In northern Nigeria, Kano State has been ravaged by conflict. There, we support a primary health care clinic serving a population so impoverished that they cannot afford to pay for medication, having to sell a goat or clothes to purchase life-saving medicines, forcing them further down the spiral of poverty and deprivation. The clinic was originally established by a Welsh nurse, who had to flee a few years ago when conflict erupted. HART is now focusing on acquisition of supplies and funding the salary of the nurse.
In Burma the brutal military junta with the Orwellian name, the State Peace and Development Council (SPDC) has been in the headlines for its ruthless suppression of the peaceful demonstrators pleading for democracy and freedom for political prisoners. Some of their voices have been heard. Less often heard are the voices of ethnic national groups like the Karen, Karenni, Shan, Chin and Rohingya peoples, trapped inside Burma and subject to systematic violations of human rights, including murder, rape, forced labour and torture. HART has 2 programmes supporting people suffering inside Burma, in areas where major aid organizations such as ICRC and UNHCR are forbidden by SPDC to visit. One project is based on a partnership with SWAN (Shan Women’s Action Network) to promote health education inside Shan State; we also support 2 clinics for the Chin people, as well as mobile medical teams working in remote areas with the hill tribes who have no provision of health care in their villages.
In East Timor, devastated by a bitter war and afflicted by a resurgence of violence in 2006, we are supporting an outreach programme to rural communities where children are dying from disease and malnutrition; in the Armenian enclave of Nagorno Karabakh, we have been asked to develop a Rehabilitation Centre – an innovative initiative, as the former Soviet Union had no concept of Rehabilitation and people with disabilities were merely ‘warehoused’, dying prematurely from pressure sores, urinary and respiratory infections.
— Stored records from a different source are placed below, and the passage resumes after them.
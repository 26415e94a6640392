import { useLocalSearchParams } from 'expo-router';
import { useJob } from '@/lib/hooks/use-job';
import { useMember } from '@/lib/hooks/use-member';
import { ErrorView } from '@/lib/ui/error-view';
import { LazyMemberLoadPath, WorkspaceSuspense } from '@/lib/ui/lazy-workspace';
import { LoadingView } from '@/lib/ui/loading-view';
import { Screen } from '@/lib/ui/screen';
import { TextLink } from '@/lib/ui/text-link';

export default function MemberLoadPathPage() {
  const { jobId, memberId } = useLocalSearchParams<{ jobId: string; memberId: string }>();
  const job = useJob(jobId);
  const member = useMember(memberId);
  const error = job.error ?? member.error;
  if (error) return <ErrorView error={error} onRetry={() => void member.mutate()} />;
  if (!job.data || !member.data) return <LoadingView />;
  return (
    <Screen title={`Load path: ${member.data.label}`}>
      <TextLink href={`/jobs/${jobId}/members/${memberId}`} label={`Back to ${member.data.label}`} />
      <WorkspaceSuspense>
        <LazyMemberLoadPath job={job.data} memberId={memberId} />
      </WorkspaceSuspense>
    </Screen>
  );
}
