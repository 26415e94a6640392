/**
 * The published sources and trade practice the bearing screen rests on, named in each reason it gives.
 * Section numbers marked "from memory" must be confirmed against the edition the jurisdiction adopted.
 */
export const SCREEN_SOURCES = {
  rafterTies:
    'IRC 2021 R802.5.2 ceiling joist and rafter connections (R802.3.1 before 2018): ceiling joists parallel to the rafters tie them and are lapped or joined where they meet over interior partitions; without ceiling joists or rafter ties the ridge is a beam designed by accepted engineering practice (section numbers from memory; confirm)',
  bracedWalls: 'IRC 2021 R602.10 wall bracing: braced wall lines and braced wall panels',
  purlins:
    'IRC 2021 R802.4.5 purlins: purlin braces carry the purlin down to a bearing wall (section number from memory; confirm)',
  trusses:
    'IRC 2021 R802.10 wood trusses: bearings are shown on the truss design drawings; trusses are not cut or altered without a registered design professional (from memory; confirm)',
  continuousJoists:
    'AWC Design Aid No. 6: a member continuous over two equal spans puts 1.25 wL on the centre support',
  commonPractice: 'Common practice (trade knowledge, not a code section)',
} as const;
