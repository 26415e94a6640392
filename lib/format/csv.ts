/** A field that must be quoted: it holds a double quote, a comma, a carriage return or a line feed. */
const NEEDS_QUOTES = /[",\r\n]/;

/**
 * One CSV field: as is, or enclosed in double quotes with each double quote doubled when it holds a
 * quote, a comma or a line break. Numbers are written with String().
 *
 * @param value the field's text or number
 * @example csvField('a "b", c') // '"a ""b"", c"'
 * Reference: RFC 4180 (2005) §2 rules 5–7.
 */
export function csvField(value: string | number): string {
  const text = String(value);
  return NEEDS_QUOTES.test(text) ? `"${text.replaceAll('"', '""')}"` : text;
}

/**
 * CSV text of a table, one record a line: fields separated by commas and every record, the last one too,
 * ended by CRLF.
 *
 * @param records rows of fields; the first row is usually the header
 * @example toCsv([['Size', 'Span'], ['2x10', '12-3']]) // "Size,Span\r\n2x10,12-3\r\n"
 * Reference: RFC 4180 (2005) §2 rules 1–7.
 */
export function toCsv(records: readonly (readonly (string | number)[])[]): string {
  return records.map((record) => `${record.map(csvField).join(',')}\r\n`).join('');
}
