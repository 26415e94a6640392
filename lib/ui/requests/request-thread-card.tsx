import { useState } from 'react';
import { StyleSheet, View } from 'react-native';
import { postMessage } from '@/lib/api/design-requests';
import { spacing } from '@/lib/theme';
import type { RequestDetail } from '@/shared/schemas/requests/views';
import { Button } from '../button';
import { Card } from '../card';
import { dateLabel } from '../date-label';
import { Text } from '../text';
import { TextField } from '../text-field';

const EVENT_WORDS: Record<string, string> = {
  sent: 'Sent',
  revised: 'Revised (new version)',
  reopened: 'Reopened with a question (new version)',
  'in-review': 'Now In review',
  'needs-info': 'Now Needs info',
  designed: 'Now Designed',
  closed: 'Now Closed',
  declined: 'Declined',
  'fee-quoted': 'Fee quoted',
  'fee-accepted': 'Fee accepted',
  replied: 'Structured reply',
};

/** Messages both ways and the state changes, oldest first, with a box to write in. */
export function RequestThreadCard({
  request,
  onChange,
}: {
  request: RequestDetail;
  onChange: (detail: RequestDetail) => void;
}) {
  const [body, setBody] = useState('');
  const [busy, setBusy] = useState(false);
  const [problem, setProblem] = useState<string[]>([]);
  const canWrite = request.actions.includes('message');
  return (
    <Card title="Messages and changes" testID="request-thread">
      {request.thread.length === 0 ? <Text tone="muted">Nothing yet.</Text> : null}
      {request.thread.map((entry) => (
        <View
          key={entry.id}
          style={styles.entry}
          testID={entry.kind === 'message' ? 'thread-message' : 'thread-event'}
        >
          <Text variant="caption" tone="muted">
            {entry.authorName} ({entry.side === 'firm' ? 'contractor' : 'engineer'}) · v{entry.version} ·{' '}
            {dateLabel(entry.createdAt)}
          </Text>
          {entry.kind === 'event' ? (
            <Text variant="bodyStrong">{EVENT_WORDS[entry.event ?? ''] ?? entry.event}</Text>
          ) : null}
          {entry.body ? <Text>{entry.body}</Text> : null}
          {entry.files.map((file) => (
            <Text key={file.id} variant="caption">
              Attached: {file.fileName}
            </Text>
          ))}
        </View>
      ))}
      {canWrite ? (
        <View style={styles.entry}>
          <TextField
            label="Message"
            value={body}
            onChangeText={setBody}
            multiline
            errors={problem}
            testID="message-body"
          />
          <Button
            label="Send message"
            icon="mail"
            busy={busy}
            testID="message-send"
            onPress={async () => {
              setBusy(true);
              try {
                onChange(await postMessage(request.id, { body }));
                setBody('');
                setProblem([]);
              } catch (error) {
                setProblem([error instanceof Error ? error.message : 'The message was not sent']);
              } finally {
                setBusy(false);
              }
            }}
          />
        </View>
      ) : null}
    </Card>
  );
}

const styles = StyleSheet.create({ entry: { gap: spacing.xxs, paddingTop: spacing.md } });
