/** One field of a conflicting edit: the person's value beside the server's. */
export type ConflictRow = { path: string; mine: string; server: string };

/** Fields of a write that only steer the sync itself, never shown to the person. */
const HIDDEN = new Set(['baseVersion', 'id']);
const MAX_ROWS = 40;

function shown(value: unknown): string {
  if (value === undefined || value === null || value === '') return '—';
  if (typeof value === 'boolean') return value ? 'yes' : 'no';
  if (typeof value === 'object') return JSON.stringify(value);
  return String(value);
}

const isPlainObject = (value: unknown): value is Record<string, unknown> =>
  typeof value === 'object' && value !== null && !Array.isArray(value);

function walk(mine: unknown, server: unknown, path: string, rows: ConflictRow[]): void {
  if (rows.length >= MAX_ROWS) return;
  if (isPlainObject(mine) && isPlainObject(server)) {
    for (const key of Object.keys(mine)) {
      if (path === '' && HIDDEN.has(key)) continue;
      walk(mine[key], server[key], path ? `${path}.${key}` : key, rows);
    }
    return;
  }
  if (Array.isArray(mine) && Array.isArray(server) && mine.length === server.length) {
    mine.forEach((entry, i) => walk(entry, server[i], `${path}.${i + 1}`, rows));
    return;
  }
  if (JSON.stringify(mine) !== JSON.stringify(server))
    rows.push({ path, mine: shown(mine), server: shown(server) });
}

/**
 * The fields a person's edit sets that differ from the server's current record, leaf by leaf
 * ("input.spanFt"), in the order of the edit; at most 40.
 *
 * @example conflictRows({ name: 'A', baseVersion: 2 }, { name: 'B', version: 3 }) // [{ path: 'name', mine: 'A', server: 'B' }]
 */
export function conflictRows(mine: unknown, server: unknown): ConflictRow[] {
  const rows: ConflictRow[] = [];
  walk(mine, isPlainObject(server) ? server : {}, '', rows);
  return rows;
}

/** "input.sources.2.tributaryFt" → "Input › sources › 2 › tributary ft", for a row's heading. */
export function fieldLabel(path: string): string {
  return path
    .split('.')
    .map((part) => part.replace(/([a-z])([A-Z])/g, '$1 $2').toLowerCase())
    .join(' › ')
    .replace(/^./, (c) => c.toUpperCase());
}
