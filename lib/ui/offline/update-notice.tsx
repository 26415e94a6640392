import { StyleSheet, View } from 'react-native';
import { applyUpdate } from '@/lib/offline/service-worker';
import { colors, layout, radii, spacing } from '@/lib/theme';
import { Button } from '../button';
import { Text } from '../text';

/** A strip at the foot of the screen: a new version of the app is ready and loads when the person says. */
export function UpdateNotice() {
  return (
    <View style={styles.wrap} pointerEvents="box-none">
      <View style={styles.strip} role="status" testID="update-notice">
        <Text variant="label" style={styles.text}>
          New version — reload to use it. Changes waiting on this device are kept.
        </Text>
        <Button label="Reload" variant="secondary" testID="update-reload" onPress={applyUpdate} />
      </View>
    </View>
  );
}

const styles = StyleSheet.create({
  wrap: {
    position: 'absolute',
    left: 0,
    right: 0,
    bottom: layout.tabBarHeight + spacing.md,
    alignItems: 'center',
    paddingHorizontal: spacing.lg,
  },
  strip: {
    flexDirection: 'row',
    flexWrap: 'wrap',
    alignItems: 'center',
    gap: spacing.md,
    maxWidth: layout.contentMaxWidth,
    padding: spacing.md,
    borderRadius: radii.md,
    backgroundColor: colors.ink,
  },
  text: { color: colors.onAccent, flexShrink: 1, flexBasis: 200, flexGrow: 1 },
});
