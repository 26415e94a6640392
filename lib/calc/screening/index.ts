/**
 * The bearing screen: answers about one wall → likely bearing / likely nonbearing / engineer required /
 * can't tell yet, with every reason and what to go and look at.
 * Reference: IRC 2021 R602.10, R802.4.5, R802.5.2, R802.10; AWC Design Aid No. 6; common practice.
 */
export {
  applicableQuestions,
  screenWall,
  type ScreenLookAt,
  type ScreenReason,
  type ScreenResult,
} from './screen-wall';
export {
  QUESTION_FACTS,
  ROOF_THRUST,
  type Finding,
  type FindingKind,
  type QuestionFacts,
  type ScreenTopic,
} from './question-facts';
export { SCREEN_SOURCES } from './sources';
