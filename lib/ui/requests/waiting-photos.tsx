import { StyleSheet, View } from 'react-native';
import { requestUploadGroup } from '@/lib/hooks/use-photo-upload';
import { useDeviceStatus } from '@/lib/hooks/use-device-status';
import { spacing } from '@/lib/theme';
import { DeviceMark } from '../offline/device-mark';
import { Text } from '../text';

/** Photos taken for this request that are still only on this device, waiting to upload. */
export function WaitingPhotos({ requestId }: { requestId: string }) {
  const { items } = useDeviceStatus();
  const photos = items.filter((i) => i.entity === 'photo' && i.group === requestUploadGroup(requestId));
  return photos.map((photo) => (
    <View key={photo.seq} style={styles.row} testID="request-file-waiting">
      <Text variant="bodyStrong">{photo.label}</Text>
      <Text variant="caption" tone="muted">
        {photo.status === 'waiting'
          ? 'Uploads by itself when there is signal.'
          : `Stopped: ${photo.lastError ?? 'see Sync'}.`}
      </Text>
      <DeviceMark recordId={photo.recordId} />
    </View>
  ));
}

const styles = StyleSheet.create({ row: { gap: spacing.xxs } });
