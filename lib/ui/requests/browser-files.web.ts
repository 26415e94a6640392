/** Follows a same-origin download link (the session cookie goes with it; the server names the file). */
export function openDownload(path: string): void {
  const link = document.createElement('a');
  link.href = path;
  link.download = '';
  document.body.appendChild(link);
  link.click();
  link.remove();
}

/** Opens the file chooser (on a phone: the camera roll or the camera) and answers the chosen file. */
export function pickFile(accept: string): Promise<File | null> {
  return new Promise((resolve) => {
    const input = document.createElement('input');
    input.type = 'file';
    input.accept = accept;
    input.style.display = 'none';
    input.addEventListener('change', () => {
      resolve(input.files?.[0] ?? null);
      input.remove();
    });
    input.addEventListener('cancel', () => {
      resolve(null);
      input.remove();
    });
    document.body.appendChild(input);
    input.click();
  });
}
Our dedicated and visionary Director, Vardan Tadevosyan, has created a centre of excellence, which is disseminating the concept, principles and practice of holistic therapeutic repertoires throughout neighbouring countries such as Georgia, Chechnya, and Ossetia.
In conclusion, if any readers would like to use experience and expertise in a part of the world where you could really make a difference, we in HART would love to hear from you. Involvement need not take much time. For example, we would appreciate expert advice; a visit to one of our locations might only involve a week. We always return, inspired and often amazed by the way our partners multiply the few resources we give them in ways beyond anything we can imagine. You would also have the deep satisfaction of using your specialist knowledge on behalf of suffering people in some of the darkest and most forgotten parts of the world.
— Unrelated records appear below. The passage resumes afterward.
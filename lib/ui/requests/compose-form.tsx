import { useState, type ReactNode } from 'react';
import { StyleSheet, View } from 'react-native';
import { ApiError } from '@/lib/api/client';
import { useJobMembers } from '@/lib/hooks/use-job-members';
import { spacing } from '@/lib/theme';
import type { Job } from '@/shared/schemas/jobs';
import { heavyItems, mountChoices, usStates, type RequestCompose } from '@/shared/schemas/requests/compose';
import { Button } from '../button';
import { Card } from '../card';
import { CheckRow } from '../check-row';
import { ChoiceGroup } from '../choice-group';
import { Notice } from '../notice';
import { PickerField } from '../picker-field';
import { Text } from '../text';
import { TextField } from '../text-field';
import {
  DAMAGE_LABELS,
  HEAVY_ITEM_LABELS,
  readComposeDraft,
  type ComposeDraft,
  type TextField as ComposeTextField,
} from './compose-draft';
import { YardStockRows } from './yard-stock-rows';

const MOUNT_WORDS = { flush: 'Flush', dropped: 'Dropped', either: 'Either' } as const;
const DAMAGE_MARKS = ['sistered', 'notched', 'bored', 'rot'] as const;

type ComposeFormProps = {
  job: Job;
  initial: ComposeDraft;
  /** Saves the body (a new Draft or the working copy); an ApiError's field messages show at the fields. */
  onSave: (body: RequestCompose) => Promise<void>;
  saveLabel: string;
  /** Shown above the form (where it started from). */
  intro?: ReactNode;
  /** Shown just above the save button (what goes with the save). */
  beforeSave?: ReactNode;
};

/**
 * A design request's working copy: the members to send, the engineer, where the house is, the conditions
 * and constraints and the items engineers phone back for. Bad fields are named at the field and nothing is
 * saved; photos are added on the request's own pages.
 */
export function ComposeForm({ job, initial, onSave, saveLabel, intro, beforeSave }: ComposeFormProps) {
  const { data: members } = useJobMembers(job.id);
  const [draft, setDraft] = useState<ComposeDraft>(initial);
  const [busy, setBusy] = useState(false);
  const [fields, setFields] = useState<Record<string, string[]>>({});
  const [problem, setProblem] = useState<string | null>(null);
  const change = (patch: Partial<ComposeDraft>) => setDraft((d) => ({ ...d, ...patch }));
  const field = (
    name: ComposeTextField,
    label: string,
    options: { hint?: string; multiline?: boolean; unit?: string; numeric?: boolean } = {},
  ) => (
    <TextField
      label={label}
      hint={options.hint}
      unit={options.unit}
      inputMode={options.numeric ? 'decimal' : undefined}
      value={draft.text[name]}
      onChangeText={(v) => setDraft((d) => ({ ...d, text: { ...d.text, [name]: v } }))}
      errors={fields[name]}
      multiline={options.multiline}
      testID={`compose-${name}`}
    />
  );
  const toggle = <T,>(list: T[], item: T, on: boolean) =>
    on ? [...list.filter((x) => x !== item), item] : list.filter((x) => x !== item);

  async function submit() {
    setProblem(null);
    const reading = readComposeDraft(draft);
    if (!reading.ok) {
      setFields(reading.errors);
      setProblem('Nothing was saved: fix the fields marked below.');
      return;
    }
    setBusy(true);
    try {
      await onSave(reading.body);
      setFields({});
    } catch (error) {
      if (!(error instanceof ApiError)) throw error;
      setProblem(`Nothing was saved: ${error.message}`);
      setFields(error.fields);
    } finally {
      setBusy(false);
    }
  }

  return (
    <View style={styles.wrap}>
      {intro}
      <Card title="Members to send">
        {members?.length === 0 ? <Text tone="muted">Add a header or beam to the job first.</Text> : null}
        {(members ?? []).map((member) => (
          <CheckRow
            key={member.id}
            label={`${member.label} (${member.summary.sizeLabel})`}
            value={draft.memberIds.includes(member.id)}
            onChange={(on) => change({ memberIds: toggle(draft.memberIds, member.id, on) })}
            testID="compose-member"
          />
        ))}
        <Text variant="caption" tone="muted">
          Each member goes with its inputs (measured, assumed or default), its preliminary check and the job’s{' '}
          {job.loadStandard} and ground snow source.
        </Text>
      </Card>
      <Card title="Engineer and place">
        {field('engineerEmail', 'Engineer’s e-mail', { hint: 'Needed before you send, not for a draft.' })}
        {field('jurisdiction.place', 'Town or county')}
        <PickerField
          label="State (the engineer’s licence depends on it)"
          choices={[
            { value: '' as const, label: 'Pick the state' },
            ...usStates.map((s) => ({ value: s, label: s })),
          ]}
          value={draft.state}
          onChange={(state) => change({ state })}
          errors={fields['jurisdiction.state']}
          testID="compose-state"
        />
      </Card>
      <Card title="Existing conditions">
        {field('conditions.framingDirection', 'Framing direction')}
        {field('conditions.bearingPoints', 'Bearing points', { multiline: true })}
        {field('conditions.foundation', 'Foundation')}
        {field('conditions.whatIsAbove', 'What is above', { multiline: true })}
      </Card>
      <Card title="Constraints">
        <ChoiceGroup
          label="Flush or dropped"
          choices={mountChoices.map((m) => ({ value: m, label: MOUNT_WORDS[m] }))}
          value={draft.mount}
          onChange={(mount) => change({ mount })}
        />
        {field('constraints.maxDepthIn', 'Maximum depth', { unit: 'in', numeric: true })}
        {field('constraints.postsMayGo', 'Where posts may go')}
        {field('constraints.longestPieceFt', 'Longest piece that can be carried in', {
          unit: 'ft',
          numeric: true,
        })}
        {field('constraints.heaviestPieceLb', 'Heaviest piece that can be carried in', {
          unit: 'lb',
          numeric: true,
        })}
      </Card>
      <Card title="The existing joists or rafters" testID="compose-joists">
        {field('phoneBack.joists.size', 'Size', { hint: 'Measured, like 2x8 at 1-1/2 × 7-1/4 in' })}
        {field('phoneBack.joists.spacingIn', 'Spacing', { unit: 'in', numeric: true })}
        {field('phoneBack.joists.species', 'Species (from a grade stamp)')}
        <CheckRow
          label="A photo shows them with a tape measure on them"
          hint="Lay the tape across the joist’s depth and take the photo square on: the engineer reads the size off it. Add the photo on the request’s page."
          value={draft.tapeInPhoto}
          onChange={(tapeInPhoto) => change({ tapeInPhoto })}
          testID="compose-tape-in-photo"
        />
      </Card>
      <Card title="Roof and anything heavy above" testID="compose-heavy">
        {field('phoneBack.roofingLayers', 'Roofing layers', { numeric: true })}
        <Text variant="label">Heavy items above the wall</Text>
        {heavyItems.map((item) => (
          <CheckRow
            key={item}
            label={HEAVY_ITEM_LABELS[item]}
            value={draft.heavyAbove.includes(item)}
            onChange={(on) => change({ heavyAbove: toggle(draft.heavyAbove, item, on) })}
            testID={`compose-heavy-${item}`}
          />
        ))}
        {field('phoneBack.heavyAboveNote', 'Where they sit and what they weigh, if known', {
          multiline: true,
        })}
      </Card>
      <Card title="Sag and existing damage" testID="compose-damage">
        {field('phoneBack.sag.sagIn', 'Sag measured with a string line', { unit: 'in', numeric: true })}
        <Text variant="label">Damage or changes to the joists</Text>
        {DAMAGE_MARKS.map((mark) => (
          <CheckRow
            key={mark}
            label={DAMAGE_LABELS[mark]}
            value={draft.damage[mark]}
            onChange={(on) => change({ damage: { ...draft.damage, [mark]: on } })}
            testID={`compose-damage-${mark}`}
          />
        ))}
        {field('phoneBack.damage.note', 'Where, and how bad', { multiline: true })}
      </Card>
      <Card title="Below the wall">
        {field('phoneBack.below.girder', 'Girder below')}
        {field('phoneBack.below.columns', 'Columns below')}
        {field('phoneBack.below.footings', 'Footings below')}
        {field('phoneBack.ductsOrPipes', 'Ducts or pipes in the joist bays')}
      </Card>
      <Card title="Engineered lumber the local yard stocks" testID="compose-yard">
        <YardStockRows
          rows={draft.yardStock}
          onChange={(yardStock) => change({ yardStock })}
          errors={fields}
        />
      </Card>
      <Card title="Questions">{field('questions', 'Questions for the engineer', { multiline: true })}</Card>
      {beforeSave}
      {problem ? (
        <Notice tone="error" title="Not saved" testID="compose-problem">
          {problem}
        </Notice>
      ) : null}
      <Button label={saveLabel} busy={busy} onPress={() => void submit()} testID="compose-save" />
    </View>
  );
}

const styles = StyleSheet.create({ wrap: { gap: spacing.lg } });
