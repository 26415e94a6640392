export { formatNumber, formatNumberTrimmed, NOT_A_NUMBER_TEXT } from '@/lib/format/number';
export { csvField, toCsv } from '@/lib/format/csv';
export { formatFtIn, formatIn, formatSpanFtIn } from '@/lib/format/ft-in';
export { formatLb, formatPlf, formatPsf, formatPsi, formatRatio } from '@/lib/format/quantities';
When I qualified as a nurse at the London Hospital, I was struck by the ideal enshrined in the hospital’s motto: Humani nihil a me alienum puto’, which can be translated into: ‘I must be concerned for all humanity’.
Thank you for letting me share with you the way in which it has been my privilege to try to put some aspects of this ideal into practice.
May I wish you all your own professional satisfaction in developing your immensely important specialism of Emergency Nursing, supported and encouraged by this very significant and well-named Journal!